Milchfieber – Ursachen und Merkmale

Der mit Beginn der Milchsynthese erhöhte Calciumbedarf in Verbindung mit dem Unvermögen des Stoffwechsels zur schnellen Kompensation des Calciummangels gelten als ursächlich für das Auftreten der plötzlichen Störung des Mineralstoffwechsels und damit für das Auftreten von Milchfieber.

Calcium spielt als mengenmäßig am stärksten im Körper der Milchkuh vertretener Mineralstoff eine elementare Rolle bei unzähligen körpereigenen Prozessen. Entscheidend ist Calcium an der Erregung von Muskeln und Nerven, dem Zucker-Stoffwechsel, der Zellteilung sowie an der Aktivierung von Enzymen und Hormonen beteiligt.

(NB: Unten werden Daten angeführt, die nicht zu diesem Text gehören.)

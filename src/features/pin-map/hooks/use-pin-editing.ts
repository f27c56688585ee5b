import { useQueryClient } from '@tanstack/react-query';
import { useCallback, useMemo, useState, useSyncExternalStore } from 'react';
import type { Pin, PinChanges } from '#shared/schemas/pin-map.schema.ts';
import { useBatchUpdatePins } from '../api/batch-update-pins.ts';
import { useBulkUpdatePins } from '../api/bulk-update-pins.ts';
import { pinMapKeys } from '../api/keys.ts';
import type { PinWriteListeners, PinWriteProblem } from '../api/pin-write-cache.ts';
import { useUpdatePin } from '../api/update-pin.ts';
import { pinsById } from '../lib/pin-cache.ts';
import type { PinEdit } from '../lib/pin-edits.ts';
import {
  dropUndo,
  popUndo,
  pushUndo,
  undoEdits,
  undoEntryFor,
  type UndoEntry,
} from '../lib/undo.ts';

export interface PinMapMessage {
  id: number;
  tone: 'fault' | 'caution' | 'sound' | 'info';
  title: string;
  items?: string[];
}

let nextId = 1;

/**
 * The undo history, held outside React state: an edit that pushes an entry redraws what shows
 * the history (the Undo button) and not the whole pin map, and undo always reads the newest.
 */
export function createUndoHistory() {
  let stack: UndoEntry[] = [];
  const listeners = new Set<() => void>();
  return {
    get: () => stack,
    update(change: (stack: UndoEntry[]) => UndoEntry[]) {
      stack = change(stack);
      for (const listener of listeners) listener();
    },
    subscribe(listener: () => void) {
      listeners.add(listener);
      return () => {
        listeners.delete(listener);
      };
    },
  };
}

export type UndoHistory = ReturnType<typeof createUndoHistory>;

/** Whether there is something to undo, and what, for the Undo button. */
export function useUndoSummary(history: UndoHistory) {
  const stack = useSyncExternalStore(history.subscribe, history.get);
  return { canUndo: stack.length > 0, nextUndo: stack.at(-1)?.what ?? null };
}

/**
 * Every change to pins on the pin map goes through here: one cell (PATCH), the same values on a
 * selection (bulk), or many different cells (batch: paste, fill down, undo). Each change is
 * recorded for undo before it is sent, and forgotten again if the server refuses it.
 */
export function usePinEditing(conversionId: number) {
  const queryClient = useQueryClient();
  const [history] = useState(createUndoHistory);
  const [messages, setMessages] = useState<PinMapMessage[]>([]);

  const notify = useCallback((message: Omit<PinMapMessage, 'id'>) => {
    const id = nextId++;
    // A passing note replaces the last one; problems stay until dismissed (the last four).
    const passing = (m: Pick<PinMapMessage, 'tone'>) => m.tone === 'info' || m.tone === 'sound';
    setMessages((old) =>
      [...old.filter((m) => !(passing(m) && passing(message))), { ...message, id }].slice(-4),
    );
    return id;
  }, []);

  const dismiss = useCallback((id: number) => {
    setMessages((old) => old.filter((m) => m.id !== id));
  }, []);

  const listeners = useMemo<PinWriteListeners>(
    () => ({
      onProblem: (problem: PinWriteProblem) => {
        const undoId = problem.undoId;
        if (undoId) history.update((stack) => dropUndo(stack, undoId));
        notify({ tone: problem.conflict ? 'caution' : 'fault', title: problem.message });
      },
    }),
    [notify, history],
  );

  const { mutate: mutateSingle } = useUpdatePin(conversionId, listeners);
  const { mutate: mutateBulk } = useBulkUpdatePins(conversionId, listeners);
  const { mutate: mutateBatch } = useBatchUpdatePins(conversionId, listeners);

  const currentPins = useCallback(
    () => pinsById(queryClient.getQueryData<Pin[]>(pinMapKeys.pins(conversionId)) ?? []),
    [queryClient, conversionId],
  );

  const remember = useCallback(
    (what: string, edits: PinEdit[]) => {
      const entry = undoEntryFor(`undo-${nextId++}`, what, currentPins(), edits);
      history.update((stack) => pushUndo(stack, entry));
      return entry.id;
    },
    [currentPins, history],
  );

  /** One pin's changes as one PATCH; several pins' as one batch. */
  const write = useCallback(
    (edits: PinEdit[], what: string, via: 'auto' | 'batch' = 'auto') => {
      if (edits.length === 0) return;
      const undoId = remember(what, edits);
      if (edits.length === 1 && via === 'auto') {
        mutateSingle({ kind: 'single', edit: edits[0]!, what, undoId });
      } else {
        mutateBatch({ kind: 'batch', edits, what, undoId });
      }
    },
    [remember, mutateSingle, mutateBatch],
  );

  /** The same values on many pins at once (the selection toolbar). */
  const writeSelection = useCallback(
    (pinIds: number[], set: PinChanges, what: string) => {
      if (pinIds.length === 0) return;
      const undoId = remember(
        what,
        pinIds.map((id) => ({ id, set })),
      );
      mutateBulk({ kind: 'bulk', pinIds, set, what, undoId });
    },
    [remember, mutateBulk],
  );

  const undo = useCallback(() => {
    const popped = popUndo(history.get());
    if (!popped) {
      notify({ tone: 'info', title: 'Nothing to undo.' });
      return;
    }
    history.update(() => popped.rest);
    mutateBatch({
      kind: 'batch',
      edits: undoEdits(popped.entry),
      what: `undo of ${popped.entry.what}`,
    });
    notify({ tone: 'info', title: `Undone: ${popped.entry.what}.` });
  }, [history, mutateBatch, notify]);

  return {
    write,
    writeSelection,
    undo,
    history,
    messages,
    notify,
    dismiss,
  };
}

export type PinEditing = ReturnType<typeof usePinEditing>;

Calcium liegt bei der Kuh zu 99 % (ca. 7 kg bei 600 kg Lebendmasse) gebunden in Knochen und Zähnen vor. Der Rest von einem Prozent befindet sich zu 0,9 % gebunden in Zellmembranen (8 bis 10 Gramm) und zu 0,1 % (2,5 bis 3 Gramm) als Calciumionen im Blut.

Der Calciumstoffwechsel der Milchkuh wird im Wesentlichen durch die Hormone Vitamin D (Vit D), Parathormon (PTH) und Calcitonin gesteuert. Die genannten Hormone gelten als zentrale Regulatoren der Aufnahme von Calcium aus dem Darm, der Einspeicherung und Freisetzung von Calcium aus den Knochen sowie der hormonell beeinflussten Ausscheidung von Calcium über Kot und Harn.

Wirksamen Einfluss auf den messbaren Calciumgehalt im Blut haben allein die biologisch aktiven Calciumionen (Ca2+). Diese liegen im Blut gebunden an Proteine vor, wobei die Bindung an Transportproteine im Blut einer gewissen pH-Abhängigkeit unterliegt.

Ursache Milchfieber

Milchfieber steht ursächlich sowie zeitlich mit dem Laktationsbeginn in Zusammenhang. Mit Einsetzen der Milchsynthese und dem damit verbundenen Beginn der Laktation werden bis zu 30 Gramm Calcium pro Tag mit der Biestmilch (Kolostrum) ausgeschieden (Bojkovski et al., 2005). Die Gesamtmenge des schnell zur Verfügung stehenden Calciumpools beträgt hingegen nur ca. 8-10 Gramm, die Reserven im Blut der Milchkuh sogar nur ca. 3 Gramm (Horst et al., 1997b; Goff et al., 2005).

Übersteigt der Calciumverlust infolge der Milchbildung die Calcium-Mobilisierungsfähigkeit der Milchkuh, entwickelt sich Milchfieber in unterschiedlich starker Ausprägung. Bei einem geringgradigen Abfall spricht man in diesem Fall von subklinischem Milchfieber, bei einem starken Abfall vom klinischen Milchfieber.

Es gilt als statistisch belegt, dass bei ca. 10 % aller Abkalbungen klinisches Milchfieber auftritt. Subklinisches Milchfieber, ohne sichtbare Erkrankungsanzeichen, tritt sogar noch häufiger auf. So sind ca. die Hälfte aller Mehrkalbinnen und ein Viertel aller Erstkalbinnen davon betroffen.

Stadien und Symptome von Milchfieber

Milchfieber ist die häufigste Ursache für ein „Festliegen“ nahe des Geburtszeitpunktes. „Festliegende“ Kühe sind der häufigste Grund für einen tierärztlichen Notfallbesuch in der Rinderpraxis. Klinisches (sichtbares) Milchfieber stellt einen lebensbedrohlichen Zustand dar, der eine sofortige Behandlung und ggf. intravenöse Applikation von Calcium erfordert.

Bleibt klinisches Milchfieber unbehandelt, ist mit Verlustraten von 60 bis 70 % zu rechnen (Horst et al., 2005), und selbst mit einer raschen und adäquaten Behandlung sind Sterblichkeitsraten von bis zu 10 % nicht selten.